In the case of workhouses they went wrong because although they had the right idea by putting them out for private management, there was too little government oversight. We've gotten better at that since then, plus liberal values have permeated the society far more, so that no one is going to let a workhouse run as a business become abusive. Someone in authority will claim oversight and regulatory power and keep things in line.
Dave
19 - bliffle
What silliness has been voiced here since my post #11.
Workhouses for the poor are NOT instituted to help the poor and provide them with 3 hot meals a day and a warm place to sleep. Anyone with an eye in his head can see that everywhere this has been done that the cheap privatizers responsible ALWAYS drive the expenditures down to gruel and a diseased blanket.
Do you really think that Dave Nalle suddenly gives a care about the fortunes of the miserable? How deluded must you be?
Workhouses, which have always been miserable disease-ridden holes within which people die with alarming suddenness, have ALWAYS been with the intention of punishing the poor and unfortunate. "So that they may improve" is always the given excuse.

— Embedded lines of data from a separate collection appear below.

/**
 * The small command framework shared by every `tauline` command: flag parsing with
 * typed validation, one-line errors, and human tables vs `--json` output.
 */
import { writeFile } from 'node:fs/promises';
import { type ParseArgsConfig, parseArgs } from 'node:util';
import { formatReceived, InvalidArgumentError, TaulineError } from '@tauline/sdk/errors';
import { FLIGHT_CONFIGURATION_CAUTION } from '@tauline/sdk/relativity';
import { MAX_SEED } from '@tauline/sdk/steering';
import { fitTable, TABLE_WIDTH, wrapText } from './layout.js';
import { escapeControlCharacters } from './text-safety.js';

export { escapeControlCharacters };

import { didYouMean } from './suggest.js';

/** Exit status: 0 success, 1 a finding (e.g. a review fail), 2 unusable input. */
export const EXIT_OK = 0;
export const EXIT_FINDING = 1;
export const EXIT_USAGE = 2;

/** Where a command writes; tests pass buffers, the binary passes process streams. */
export interface Io {
  out: (text: string) => void;
  err: (text: string) => void;
  /** True when stderr is an interactive terminal (progress bars only then). */
  isTty: boolean;
  /** What a file named `-` reads: the binary passes process.stdin; without it, `-` reads nothing (an empty input). */
  stdin?: () => AsyncIterable<Uint8Array | string>;
}

export interface FlagSpec {
  type: 'string' | 'boolean';
  /** One-line help, with units. */
  description: string;
  /** Placeholder shown in help, e.g. `<m>`. */
  value?: string;
  multiple?: boolean;
  short?: string;
}

export interface Command {
  name: string;
  /** One line for the command list. */
  summary: string;
  /** Usage line after `tauline <name>`, e.g. `--semi-major-axis <m> [--json]`. */
  usage: string;
  /** Longer help text (formulas, sources, examples). */
  details?: string;
  flags: Record<string, FlagSpec>;
  /** Whether positional arguments (files) are accepted. */
  allowPositionals?: boolean;
  /** Flags of earlier releases, no longer accepted: name (without `--`) → what to give instead. */
  retiredFlags?: Readonly<Record<string, string>>;
  run(args: ParsedArgs, io: Io): Promise<number> | number;
}

export interface ParsedArgs {
  values: Record<string, string | boolean | string[] | undefined>;
  positionals: string[];
  /** The command the arguments were parsed for (lets messages quote the flag's help). */
  command?: Command;
}

/** A usage error: printed as one line, exit status 2. */
export class UsageError extends Error {
  constructor(message: string) {
    super(message);
    this.name = 'UsageError';
  }
}

/**
 * A file the command was asked to write could not be written (`--output`): printed as
 * `cannot write <path>: <reason>`, exit status 2.
 */
export class OutputError extends Error {
  readonly path: string;
  readonly reason: string;
  constructor(path: string, reason: string) {
    super(`cannot write ${formatReceived(path)}: ${reason}`);
    this.name = 'OutputError';
    this.path = path;
    this.reason = reason;
  }
}

export function parseCommandArgs(command: Command, argv: string[]): ParsedArgs {
  // --help and --wide (tables and text in their long form, not fitted to 100 columns) are flags of every command.
  const options: NonNullable<ParseArgsConfig['options']> = {
    help: { type: 'boolean', short: 'h' },
    wide: { type: 'boolean' },
  };
  for (const [name, spec] of Object.entries(command.flags)) {
    options[name] = { type: spec.type, multiple: spec.multiple ?? false, ...(spec.short ? { short: spec.short } : {}) };
  }
  // node's parser reads "-1" after a flag as an option; a string flag followed by a negative
  // number (or a comma list starting with one, e.g. --state -1.2e7,...) takes it as its value.
  const args: string[] = [];
  for (let i = 0; i < argv.length; i++) {
    const token = argv[i];
    if (token === undefined) break;
    const next = argv[i + 1];
    const name = token.startsWith('--') ? token.slice(2) : undefined;
    if (
      name !== undefined &&
      !name.includes('=') &&
      command.flags[name]?.type === 'string' &&
      next !== undefined &&
      /^-(\d|\.\d)/.test(next)
    ) {
      args.push(`${token}=${next}`);
      i++;
    } else args.push(token);
  }
  let parsed: ReturnType<
    typeof parseArgs<{ args: string[]; options: typeof options; allowPositionals: boolean; strict: true; tokens: true }>
  >;
  try {
    parsed = parseArgs({
      args,
      options,
      allowPositionals: command.allowPositionals ?? false,
      strict: true,
      tokens: true,
    });
  } catch (e) {
    const message =
      e instanceof Error
        ? e.message.replace(/\. To specify a positional.*$/s, '').replace(/\s*\n\s*/g, ' ')
        : String(e);
    const unknown = /^Unknown option '--?([^'=]+)/.exec(message)?.[1];
    const instead = unknown === undefined ? undefined : command.retiredFlags?.[unknown];
    if (instead !== undefined)
      throw new UsageError(`--${unknown} is no longer accepted: ${instead} (see \`tauline ${command.name} --help\`)`);
    const hint =
      unknown !== undefined ? didYouMean(unknown, [...Object.keys(command.flags), 'help', 'wide'], '--') : '';
    throw new UsageError(`${message}${hint} (see \`tauline ${command.name} --help\`)`);
  }
  // A flag given twice would silently keep the last value: refuse it unless the flag takes several.
  const seen = new Map<string, string | undefined>();
  for (const token of parsed.tokens) {
    if (token.kind !== 'option' || options[token.name]?.multiple) continue;
    if (seen.has(token.name)) {
      const values = [seen.get(token.name), token.value].filter((v) => v !== undefined).map((v) => JSON.stringify(v));
      throw new UsageError(
        `--${token.name} is given more than once${values.length ? ` (${values.join(' and ')})` : ''}; give it once (see \`tauline ${command.name} --help\`)`,
      );
    }
    seen.set(token.name, token.value);
  }
  return { values: parsed.values as ParsedArgs['values'], positionals: parsed.positionals, command };
}

/**
 * The one positional argument of a command that reads one file; none or several is a usage error.
 * @param what  What the file is, for the message (e.g. "scenario file").
 */
export function onePositional(args: ParsedArgs, what: string): string {
  const [only, ...more] = args.positionals;
  if (only === undefined || more.length > 0)
    throw new UsageError(`give exactly one ${what} (see \`tauline ${args.command?.name ?? '<command>'} --help\`)`);
  return only;
}

/**
 * Runs `body`, renaming the argument of an SDK InvalidArgumentError to the command-line flag it came
 * from (e.g. `semiMajorAxis` → `--semi-major-axis`), so the one-line error names what the user typed.
 * @param flags  Argument → flag, or a function giving the flag of an argument (undefined: keep it).
 */
export function withFlagNames<T>(
  flags: Readonly<Record<string, string>> | ((argument: string) => string | undefined),
  body: () => T,
): T {
  try {
    return body();
  } catch (error) {
    if (error instanceof InvalidArgumentError) {
      const flag =
        typeof flags === 'function'
          ? flags(error.argument)
          : Object.hasOwn(flags, error.argument)
            ? flags[error.argument]
            : undefined;
      if (flag !== undefined) throw new InvalidArgumentError(flag, error.received, error.expected, error.hint);
    }
    throw error;
  }
}

/** Reads a required string flag; a missing or empty one is a usage error quoting the flag's help. */
export function requireFlag(args: ParsedArgs, flag: string): string {
  const v = args.values[flag];
  if (v === undefined || v === '' || typeof v === 'boolean') {
    const spec = args.command?.flags[flag];
    const what = spec ? `: ${spec.value ? `${spec.value}, ` : ''}${spec.description.replace(/\.$/, '')}` : '';
    throw new UsageError(`--${flag} is required${v === '' ? ' (it was given empty)' : ''}${what}`);
  }
  // A flag given several times (only those declared `multiple`) reads as its last value; node's parser never gives [].
  return Array.isArray(v) ? (v.at(-1) ?? '') : v;
}

/** Reads an optional string flag. */
export function optionalFlag(args: ParsedArgs, flag: string): string | undefined {
  const v = args.values[flag];
  if (v === undefined || typeof v === 'boolean') return undefined;
  return Array.isArray(v) ? v[v.length - 1] : v;
}

/**
 * Parses a number flag strictly: the whole text must be a finite decimal number
 * (no trailing units, no empty string). Range checks belong to the SDK.
 */
export function numberFlag(args: ParsedArgs, flag: string, required: true): number;
export function numberFlag(args: ParsedArgs, flag: string, required?: false): number | undefined;
export function numberFlag(args: ParsedArgs, flag: string, required = false): number | undefined {
  const text = required ? requireFlag(args, flag) : optionalFlag(args, flag);
  if (text === undefined) return undefined;
  return parseNumber(`--${flag}`, text);
}

/** Strict decimal parse; throws an InvalidArgumentError naming the field. */
export function parseNumber(field: string, text: string): number {
  const trimmed = text.trim();
  if (!/^[+-]?(\d+\.?\d*|\.\d+)([eE][+-]?\d+)?$/.test(trimmed)) {
    throw new InvalidArgumentError(field, text, 'a decimal number in SI units (e.g. 26561750 or 2.656175e7)');
  }
  const v = Number(trimmed);
  if (!Number.isFinite(v)) throw new InvalidArgumentError(field, text, 'a finite number');
  return v;
}

/**
 * Reads an integer flag in [min, max]; `what` describes it (e.g. "simulated clocks per strategy").
 * @throws {InvalidArgumentError} naming the flag, the value and the range.
 */
export function integerFlag(
  args: ParsedArgs,
  flag: string,
  min: number,
  max: number,
  what: string,
  required: true,
): number;
export function integerFlag(
  args: ParsedArgs,
  flag: string,
  min: number,
  max: number,
  what: string,
  required?: false,
): number | undefined;
export function integerFlag(
  args: ParsedArgs,
  flag: string,
  min: number,
  max: number,
  what: string,
  required = false,
): number | undefined {
  const v = required ? numberFlag(args, flag, true) : numberFlag(args, flag);
  if (v === undefined) return undefined;
  if (!Number.isInteger(v) || v < min || v > max)
    throw new InvalidArgumentError(`--${flag}`, v, `an integer in [${min}, ${max}] (${what})`);
  return v;
}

That's why the poor avoid them like the plague. They are horrible. And there is NO way to improve workhouses. Because at the very center of the whole scheme is not help, but PUNISHMENT. They are invented by punishers, not helpers.
Take a look at the people who advocate workhouses.
So, as I said before, the purpose of workhouses is to improve the 'morals' and behaviour of failed people.
In that case, why not workhouses for the rich failures we find all around us? Perhaps they'll do better in the future.
Isn't that what Mao did with his "8th of May" camps? And didn't it work?